Your job is to copy every record exactly.

(Stored items)
++++++++++++++++++++
import {
  packSpecSchema,
  type AreaForm,
  type PackForm,
  type PackSpec,
  type PouchForm,
  type TrayForm,
} from '../../../shared/contract/packs';
import type { DisplayKindName, DisplayUnitSystem } from '../../../shared/units/format';
import { FieldReader, fieldText } from '../../api/kept-forms/typed-quantity';
import { validateKeptForm } from '../../api/kept-forms/validate-kept-form';

type PouchLength = Exclude<keyof PouchForm, 'type'>;

/** Every number as the text that stands in its field. */
export interface PackFormValues {
  name: string;
  form: Record<PouchLength, string> & {
    type: PackForm['type'];
    area_m2: string;
    tray_area_m2: string;
    lid_area_m2: string;
    tray_laminate_id: string;
  };
  headspace_cm3: string;
  starting_headspace_oxygen_percent: string;
  has_seal_path: boolean;
  has_leaks: boolean;
  leaks: { count: string; length_mm: string; diameter_um: string };
}

/** A pillow pouch of 150 × 200 mm with 10 mm seals: a common size, to be overwritten. */
const USUAL_POUCH: PouchForm = {
  type: 'pouch',
  width_mm: 150,
  height_mm: 200,
  seal_left_mm: 10,
  seal_right_mm: 10,
  seal_top_mm: 10,
  seal_bottom_mm: 10,
  gusset_depth_mm: 0,
};

export const NEW_PACK: PackSpec = {
  name: '',
  form: USUAL_POUCH,
  headspace_cm3: 100,
  starting_headspace_oxygen_percent: 20.9,
  has_seal_path: false,
  leaks: null,
};

export function packFormValues(spec: PackSpec, unitSystem: DisplayUnitSystem): PackFormValues {
  const pouch = spec.form.type === 'pouch' ? spec.form : null;
  const tray = spec.form.type === 'tray' ? spec.form : null;
  const length = (key: PouchLength) => fieldText(pouch?.[key], 'length_mm', unitSystem);
  return {
    name: spec.name,
    form: {
      type: spec.form.type,
      width_mm: length('width_mm'),
      height_mm: length('height_mm'),
      seal_left_mm: length('seal_left_mm'),
      seal_right_mm: length('seal_right_mm'),
      seal_top_mm: length('seal_top_mm'),
      seal_bottom_mm: length('seal_bottom_mm'),
      gusset_depth_mm: length('gusset_depth_mm'),
      area_m2: spec.form.type === 'area' ? fieldText(spec.form.area_m2, 'area_m2', unitSystem) : '',
      tray_area_m2: fieldText(tray?.tray_area_m2, 'area_m2', unitSystem),
      lid_area_m2: fieldText(tray?.lid_area_m2, 'area_m2', unitSystem),
      tray_laminate_id: tray?.tray_laminate_id ?? '',
    },
    headspace_cm3: fieldText(spec.headspace_cm3, 'volume_cm3', unitSystem),
    starting_headspace_oxygen_percent: fieldText(
      spec.starting_headspace_oxygen_percent,
      'percent',
      unitSystem,
    ),
    has_seal_path: spec.has_seal_path,
    has_leaks: spec.leaks !== null,
    leaks: {
      count: fieldText(spec.leaks?.count, 'number', unitSystem),
      length_mm: fieldText(spec.leaks?.length_mm, 'length_mm', unitSystem),
      diameter_um: fieldText(spec.leaks?.diameter_um, 'number', unitSystem),
    },
  };
}

export interface PackFormContext {
  unitSystem: DisplayUnitSystem;
  /** The revision that the form was filled from. */
  before: PackSpec;
}

export function packSpecFrom(values: PackFormValues, { unitSystem, before }: PackFormContext): PackSpec {
  const reader = new FieldReader(unitSystem);
  return {
    name: values.name.trim(),
    form: formFrom(values, reader, before),
    headspace_cm3: reader.readRequired('headspace_cm3', values.headspace_cm3, {
      kind: 'volume_cm3',
      before: before.headspace_cm3,
    }),
    starting_headspace_oxygen_percent: reader.readRequired(
      'starting_headspace_oxygen_percent',
      values.starting_headspace_oxygen_percent,
      { kind: 'percent', before: before.starting_headspace_oxygen_percent },
    ),
    has_seal_path: values.form.type === 'pouch' && values.has_seal_path,
    leaks: values.has_leaks
      ? {
          count: reader.readRequired('leaks.count', values.leaks.count, {
            kind: 'number',
            before: before.leaks?.count,
          }),
          length_mm: reader.readRequired('leaks.length_mm', values.leaks.length_mm, {
            kind: 'length_mm',
            before: before.leaks?.length_mm,
          }),
          diameter_um: reader.readRequired('leaks.diameter_um', values.leaks.diameter_um, {
            kind: 'number',
            before: before.leaks?.diameter_um,
          }),
        }
      : null,
    ...reader.typed(),
  };
}

export function pouchFrom(
  values: Pick<PackFormValues, 'form'>,
  reader: FieldReader,
  before: Pick<PackSpec, 'form'>,
): PouchForm {
  const pouchBefore = before.form.type === 'pouch' ? before.form : null;
  const length = (key: PouchLength) =>
    reader.readRequired(`form.${key}`, values.form[key], { kind: 'length_mm', before: pouchBefore?.[key] });
  return {
    type: 'pouch',
    width_mm: length('width_mm'),
    height_mm: length('height_mm'),
    seal_left_mm: length('seal_left_mm'),
    seal_right_mm: length('seal_right_mm'),
    seal_top_mm: length('seal_top_mm'),
    seal_bottom_mm: length('seal_bottom_mm'),
    gusset_depth_mm: length('gusset_depth_mm'),
  };
}

function formFrom(values: PackFormValues, reader: FieldReader, before: PackSpec): PackForm {
  if (values.form.type === 'area') return areaFrom(values, reader, before);
  return values.form.type === 'tray' ? trayFrom(values, reader, before) : pouchFrom(values, reader, before);
}

/** The revision of the tray's wall is left open: each run of a study takes the newest. */
function trayFrom(values: PackFormValues, reader: FieldReader, before: PackSpec): TrayForm {
  const trayBefore = before.form.type === 'tray' ? before.form : null;
  const area = (key: 'tray_area_m2' | 'lid_area_m2') =>
    reader.readRequired(`form.${key}`, values.form[key], { kind: 'area_m2', before: trayBefore?.[key] });
  return {
    type: 'tray',
    tray_area_m2: area('tray_area_m2'),
    lid_area_m2: area('lid_area_m2'),
    tray_laminate_id: values.form.tray_laminate_id,
  };
}

function areaFrom(values: PackFormValues, reader: FieldReader, before: PackSpec): AreaForm {
  const areaBefore = before.form.type === 'area' ? before.form.area_m2 : undefined;
  return {
    type: 'area',
    area_m2: reader.readRequired('form.area_m2', values.form.area_m2, {
      kind: 'area_m2',
      before: areaBefore,
    }),
  };
}

export function validatePackForm(context: PackFormContext) {
  return validateKeptForm<PackFormValues>({
    schema: packSpecSchema,
    toSpec: (values) => packSpecFrom(values, context),
    kindAt: kindOfPackField,
    labelAt: (path) => LABELS[path],
    unitSystem: context.unitSystem,
  });
}

/** Fields that the page calls otherwise than the contract does. */
const LABELS: Partial<Record<string, string>> = {
  'form.gusset_depth_mm': 'Gusset, folded depth',
  'form.tray_laminate_id': 'Wall of the tray',
  starting_headspace_oxygen_percent: 'Oxygen in it at the start',
  'leaks.count': 'How many',
  'leaks.length_mm': 'Length',
  'leaks.diameter_um': 'Diameter',
};

function kindOfPackField(path: string): DisplayKindName | null {
  if (path === 'leaks.count' || path === 'leaks.diameter_um') return 'number';
  if (path.endsWith('_mm')) return 'length_mm';
  if (path.endsWith('area_m2')) return 'area_m2';
  if (path === 'headspace_cm3') return 'volume_cm3';
  return path === 'starting_headspace_oxygen_percent' ? 'percent' : null;
}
++++++++++++++++++++
_Written solution:_
import {
  packSpecSchema,
  type AreaForm,
  type PackForm,
  type PackSpec,
  type PouchForm,
  type TrayForm,
} from '../../../shared/contract/packs';
import type { DisplayKindName, DisplayUnitSystem } from '../../../shared/units/format';
import { FieldReader, fieldText } from '../../api/kept-forms/typed-quantity';
import { validateKeptForm } from '../../api/kept-forms/validate-kept-form';

type PouchLength = Exclude<keyof PouchForm, 'type'>;

/** Every number as the text that stands in its field. */
export interface PackFormValues {
  name: string;
  form: Record<PouchLength, string> & {
    type: PackForm['type'];
    area_m2: string;
    tray_area_m2: string;
    lid_area_m2: string;
    tray_laminate_id: string;
  };
  headspace_cm3: string;
  starting_headspace_oxygen_percent: string;
  has_seal_path: boolean;
  has_leaks: boolean;
  leaks: { count: string; length_mm: string; diameter_um: string };
}

/** A pillow pouch of 150 × 200 mm with 10 mm seals: a common size, to be overwritten. */
const USUAL_POUCH: PouchForm = {
  type: 'pouch',
  width_mm: 150,
  height_mm: 200,
  seal_left_mm: 10,
  seal_right_mm: 10,
  seal_top_mm: 10,
  seal_bottom_mm: 10,
  gusset_depth_mm: 0,
};

export const NEW_PACK: PackSpec = {
  name: '',
  form: USUAL_POUCH,
  headspace_cm3: 100,
  starting_headspace_oxygen_percent: 20.9,
  has_seal_path: false,
  leaks: null,
};

export function packFormValues(spec: PackSpec, unitSystem: DisplayUnitSystem): PackFormValues {
  const pouch = spec.form.type === 'pouch' ? spec.form : null;
  const tray = spec.form.type === 'tray' ? spec.form : null;
  const length = (key: PouchLength) => fieldText(pouch?.[key], 'length_mm', unitSystem);
  return {
    name: spec.name,
    form: {
      type: spec.form.type,
      width_mm: length('width_mm'),
      height_mm: length('height_mm'),
      seal_left_mm: length('seal_left_mm'),
      seal_right_mm: length('seal_right_mm'),
      seal_top_mm: length('seal_top_mm'),
      seal_bottom_mm: length('seal_bottom_mm'),
      gusset_depth_mm: length('gusset_depth_mm'),
      area_m2: spec.form.type === 'area' ? fieldText(spec.form.area_m2, 'area_m2', unitSystem) : '',
      tray_area_m2: fieldText(tray?.tray_area_m2, 'area_m2', unitSystem),
      lid_area_m2: fieldText(tray?.lid_area_m2, 'area_m2', unitSystem),
      tray_laminate_id: tray?.tray_laminate_id ?? '',
    },
    headspace_cm3: fieldText(spec.headspace_cm3, 'volume_cm3', unitSystem),
    starting_headspace_oxygen_percent: fieldText(
      spec.starting_headspace_oxygen_percent,
      'percent',
      unitSystem,
    ),
    has_seal_path: spec.has_seal_path,
    has_leaks: spec.leaks !== null,
    leaks: {
      count: fieldText(spec.leaks?.count, 'number', unitSystem),
      length_mm: fieldText(spec.leaks?.length_mm, 'length_mm', unitSystem),
      diameter_um: fieldText(spec.leaks?.diameter_um, 'number', unitSystem),
    },
  };
}

export interface PackFormContext {
  unitSystem: DisplayUnitSystem;
  /** The revision that the form was filled from. */
  before: PackSpec;
}

export function packSpecFrom(values: PackFormValues, { unitSystem, before }: PackFormContext): PackSpec {
  const reader = new FieldReader(unitSystem);
  return {
    name: values.name.trim(),
    form: formFrom(values, reader, before),
    headspace_cm3: reader.readRequired('headspace_cm3', values.headspace_cm3, {
      kind: 'volume_cm3',
      before: before.headspace_cm3,
    }),
    starting_headspace_oxygen_percent: reader.readRequired(
      'starting_headspace_oxygen_percent',
      values.starting_headspace_oxygen_percent,
      { kind: 'percent', before: before.starting_headspace_oxygen_percent },
    ),
    has_seal_path: values.form.type === 'pouch' && values.has_seal_path,
    leaks: values.has_leaks
      ? {
          count: reader.readRequired('leaks.count', values.leaks.count, {
            kind: 'number',
            before: before.leaks?.count,
          }),
          length_mm: reader.readRequired('leaks.length_mm', values.leaks.length_mm, {
            kind: 'length_mm',
            before: before.leaks?.length_mm,
          }),
          diameter_um: reader.readRequired('leaks.diameter_um', values.leaks.diameter_um, {
            kind: 'number',
            before: before.leaks?.diameter_um,
          }),
        }
      : null,
    ...reader.typed(),
  };
}

export function pouchFrom(
  values: Pick<PackFormValues, 'form'>,
  reader: FieldReader,
  before: Pick<PackSpec, 'form'>,
): PouchForm {
  const pouchBefore = before.form.type === 'pouch' ? before.form : null;
  const length = (key: PouchLength) =>
    reader.readRequired(`form.${key}`, values.form[key], { kind: 'length_mm', before: pouchBefore?.[key] });
  return {
    type: 'pouch',
    width_mm: length('width_mm'),
    height_mm: length('height_mm'),
    seal_left_mm: length('seal_left_mm'),
    seal_right_mm: length('seal_right_mm'),
    seal_top_mm: length('seal_top_mm'),
    seal_bottom_mm: length('seal_bottom_mm'),
    gusset_depth_mm: length('gusset_depth_mm'),
  };
}

function formFrom(values: PackFormValues, reader: FieldReader, before: PackSpec): PackForm {
  if (values.form.type === 'area') return areaFrom(values, reader, before);
  return values.form.type === 'tray' ? trayFrom(values, reader, before) : pouchFrom(values, reader, before);
}

/** The revision of the tray's wall is left open: each run of a study takes the newest. */
function trayFrom(values: PackFormValues, reader: FieldReader, before: PackSpec): TrayForm {
  const trayBefore = before.form.type === 'tray' ? before.form : null;
  const area = (key: 'tray_area_m2' | 'lid_area_m2') =>
    reader.readRequired(`form.${key}`, values.form[key], { kind: 'area_m2', before: trayBefore?.[key] });
  return {
    type: 'tray',
    tray_area_m2: area('tray_area_m2'),
    lid_area_m2: area('lid_area_m2'),
    tray_laminate_id: values.form.tray_laminate_id,
  };
}

function areaFrom(values: PackFormValues, reader: FieldReader, before: PackSpec): AreaForm {
  const areaBefore = before.form.type === 'area' ? before.form.area_m2 : undefined;
  return {
    type: 'area',
    area_m2: reader.readRequired('form.area_m2', values.form.area_m2, {
      kind: 'area_m2',
      before: areaBefore,
    }),
  };
}

export function validatePackForm(context: PackFormContext) {
  return validateKeptForm<PackFormValues>({
    schema: packSpecSchema,
    toSpec: (values) => packSpecFrom(values, context),
    kindAt: kindOfPackField,
    labelAt: (path) => LABELS[path],
    unitSystem: context.unitSystem,
  });
}

/** Fields that the page calls otherwise than the contract does. */
const LABELS: Partial<Record<string, string>> = {
  'form.gusset_depth_mm': 'Gusset, folded depth',
  'form.tray_laminate_id': 'Wall of the tray',
  starting_headspace_oxygen_percent: 'Oxygen in it at the start',
  'leaks.count': 'How many',
  'leaks.length_mm': 'Length',
  'leaks.diameter_um': 'Diameter',
};

function kindOfPackField(path: string): DisplayKindName | null {
  if (path === 'leaks.count' || path === 'leaks.diameter_um') return 'number';
  if (path.endsWith('_mm')) return 'length_mm';
  if (path.endsWith('area_m2')) return 'area_m2';
  if (path === 'headspace_cm3') return 'volume_cm3';
  return path === 'starting_headspace_oxygen_percent' ? 'percent' : null;
}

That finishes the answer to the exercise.